* _Description of the task_
Look for the word "startCheckout" in the entries and copy each line where it appears.

_ _ _ _ _ _ _

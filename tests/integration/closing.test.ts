import { strFromU8, unzipSync } from "fflate"
import { sql } from "kysely"
import request from "supertest"
import { afterAll, beforeAll, describe, expect, it } from "vitest"
import { asWorker, closePools } from "@/db"
import { startCheckout } from "@/lib/billing"
import { syncAccount } from "@/lib/billing/sync-account"
import { closeAccount, deleteClosedAccounts, readClosing, reopenAccount } from "@/lib/closing"
import { listExports, readExport, requestExport } from "@/lib/exports"
import { createTestAccount } from "../support/account"
import { waitForMail } from "../support/mailbox"
import { createMember } from "../support/people"
import { stack, takeSettings } from "../support/stack"
import { createSubscriber, standInClient, visit } from "../support/subscriber"

beforeAll(takeSettings)
afterAll(closePools)

const name = "A test's account"
const day_ms = 86_400_000

async function owned() {
  const account = await createTestAccount()
  const owner = await createMember(account.ctx.account_id, "owner")
  return { account, account_id: account.ctx.account_id, ...owner }
}

async function statusOfCall(secret: string): Promise<number> {
  const { status } = await request(stack().appUrl)
    .get("/api/v1/account")
    .set("authorization", `Bearer ${secret}`)
  return status
}

describe("an archive of an account's data", () => {
  it("is made by the worker, told of by mail, and fetched by an owner until a week later", async () => {
    const { account, ctx, person, account_id } = await owned()
    const { key, secret } = await account.key({ name: "Till", scopes: ["calculate", "usage"] })
    const { id } = await requestExport({ ctx })
    await expect
      .poll(async () => (await listExports({ ctx }))[0]?.finished_at, { timeout: 15_000 })
      .toBeInstanceOf(Date)
    const letter = await waitForMail(person.email, "is ready")
    expect(letter.text).toContain(`/portal/${account.slug}/settings#export`)

    const { archive } = await readExport({ ctx, input: { export_id: id } })
    const files = unzipSync(new Uint8Array(archive))
    const keys = JSON.parse(strFromU8(files["json/keys.json"]!))
    expect(keys).toMatchObject([{ id: key.id, name: "Till", last4: secret.slice(-4) }])
    expect(JSON.parse(strFromU8(files["json/account.json"]!))).toMatchObject([{ id: account_id }])
    expect(JSON.parse(strFromU8(files["json/team.json"]!))).toMatchObject([{ user_id: person.id }])
    const everything = Object.values(files)
      .map((file) => strFromU8(file))
      .join()
    expect(everything).not.toContain(secret)
    expect(Object.keys(keys[0])).not.toContain("digest")

    const later = { ...ctx, now: new Date(Date.now() + 7 * day_ms + 60_000) }
    await expect(readExport({ ctx: later, input: { export_id: id } })).rejects.toMatchObject({
      code: "not_found",
    })
    const stranger = await owned()
    await expect(readExport({ ctx: stranger.ctx, input: { export_id: id } })).rejects.toMatchObject({
      code: "not_found",
    })
  })

  it("is an owner's alone, five times a day", async () => {
    const { ctx, account_id } = await owned()
    const developer = await createMember(account_id, "developer")
    await expect(requestExport({ ctx: developer.ctx })).rejects.toMatchObject({ code: "forbidden" })
    for (let time = 0; time < 5; time++) await requestExport({ ctx })
    await expect(requestExport({ ctx })).rejects.toMatchObject({ code: "rate_limited" })
  })
})

describe("an account that is closed", () => {
  it("has keys that stop at once and work again when it is taken back", async () => {
    const { account, ctx, person } = await owned()
    const { secret } = await account.key({ scopes: ["usage"] })
    const before = await statusOfCall(secret)
    await closeAccount({ ctx, input: { name } })
    await expect.poll(() => statusOfCall(secret)).toBe(403)
    await waitForMail(person.email, "will be deleted")
    expect(await readClosing({ ctx })).toEqual(ctx.now)
    await expect(closeAccount({ ctx, input: { name } })).rejects.toMatchObject({ code: "conflict" })
    await reopenAccount({ ctx })
    await expect.poll(() => statusOfCall(secret)).toBe(before)
    expect(await readClosing({ ctx })).toBeNull()
    await expect(reopenAccount({ ctx })).rejects.toMatchObject({ code: "conflict" })
  })

  it("is closed by an owner who writes its name, and by nobody else", async () => {
    const { ctx, account_id } = await owned()
    const developer = await createMember(account_id, "developer")
    await expect(closeAccount({ ctx: developer.ctx, input: { name } })).rejects.toMatchObject({
      code: "forbidden",
    })
    await expect(closeAccount({ ctx, input: { name: "Another" } })).rejects.toMatchObject({
      code: "validation_failed",
      errors: [{ pointer: "/name" }],
    })
  })

  it("is deleted with all that is in it after fourteen days, not before, and its people stay", async () => {
    const { account, ctx, account_id, person } = await owned()
    await account.key()
    const bystander = await owned()
    await asWorker((trx) =>
      trx
        .insertInto("usage_hour")
        .values({
          account_id,
          hour: new Date(),
          mode: "live",
          operation: "carbonateCo2",
          key_id: "k",
          calls: 1,
          units: 1,
        })
        .execute(),
    )
    await closeAccount({ ctx, input: { name } })
    const at = (days: number) => new Date(ctx.now.getTime() + days * day_ms)
    expect(await deleteClosedAccounts({ now: at(13.9) })).not.toContain(account_id)
    expect(await deleteClosedAccounts({ now: at(14.1) })).toContain(account_id)
    expect(await leftOf(account_id)).toEqual([])
    expect(await leftOf(bystander.account_id)).not.toEqual([])
    const { id } = await asWorker((trx) =>
      trx.selectFrom("app_user").select("id").where("id", "=", person.id).executeTakeFirstOrThrow(),
    )
    expect(id).toBe(person.id)
  })

  it("pays no further period, pays on when it is taken back, and its subscription ends with it", async () => {
    const subscriber = await createSubscriber()
    const ctx = subscriber.as("owner")
    const account_id = ctx.account_id
    await visit((await startCheckout({ ctx, input: { plan: "storefront" } })).url, { card: "pays" })
    // As its event would do, which the API alone does not receive.
    const id = await asWorker(async (trx) => {
      const { stripe_customer_id } = await trx
        .selectFrom("account")
        .select("stripe_customer_id")
        .where("id", "=", account_id)
        .executeTakeFirstOrThrow()
      await syncAccount(trx, { account_id, customer: stripe_customer_id! }, ctx.now)
      const stored = await trx
        .selectFrom("subscription")
        .select("stripe_subscription_id")
        .where("account_id", "=", account_id)
        .executeTakeFirstOrThrow()
      return stored.stripe_subscription_id
    })
    const renews = async () => !(await standInClient().subscriptions.retrieve(id)).cancel_at_period_end
    const input = await asWorker((trx) =>
      trx.selectFrom("account").select("name").where("id", "=", account_id).executeTakeFirstOrThrow(),
    )
    await closeAccount({ ctx, input })
    expect(await renews()).toBe(false)
    await reopenAccount({ ctx })
    expect(await renews()).toBe(true)
    await closeAccount({ ctx, input })
    const now = new Date(ctx.now.getTime() + 15 * day_ms)
    expect(await deleteClosedAccounts({ now })).toContain(account_id)
    expect((await standInClient().subscriptions.retrieve(id)).status).toBe("canceled")
  })

  it("is the only one whose ledger and trail the worker may delete", async () => {
    const { account_id } = await owned()
    await asWorker((trx) =>
      trx
        .insertInto("audit_log")
        .values({
          account_id,
          id: `audit_${account_id}`,
          actor_kind: "system",
          actor_id: null,
          action: "x",
          target: null,
          ip: null,
          request_id: null,
        })
        .execute(),
    )
    const { numDeletedRows } = await asWorker((trx) =>
      trx.deleteFrom("audit_log").where("account_id", "=", account_id).executeTakeFirst(),
    )
    expect(numDeletedRows).toBe(0n)
  })
})

/** Tables that still hold a row of the account. */
async function leftOf(account_id: string): Promise<string[]> {
  return asWorker(async (trx) => {
    const { rows: tables } = await sql<{
      name: string
    }>`select table_name as name from information_schema.columns
      join pg_class on relname = table_name and relkind in ('r', 'p') and not relispartition
        and relnamespace = 'public'::regnamespace
      where table_schema = 'public' and column_name = 'account_id'
        and has_table_privilege(pg_class.oid, 'select')`.execute(trx)
    expect(tables.length).toBeGreaterThan(15)
    const left: string[] = []
    for (const { name: table } of tables) {
      const { rows } =
        await sql`select 1 from ${sql.table(table)} where account_id = ${account_id} limit 1`.execute(trx)
      if (rows.length > 0) left.push(table)
    }
    return left
  })
}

_ _ _ _ _ _ _

* _Solution for this problem_
import { startCheckout } from "@/lib/billing"
    await visit((await startCheckout({ ctx, input: { plan: "storefront" } })).url, { card: "pays" })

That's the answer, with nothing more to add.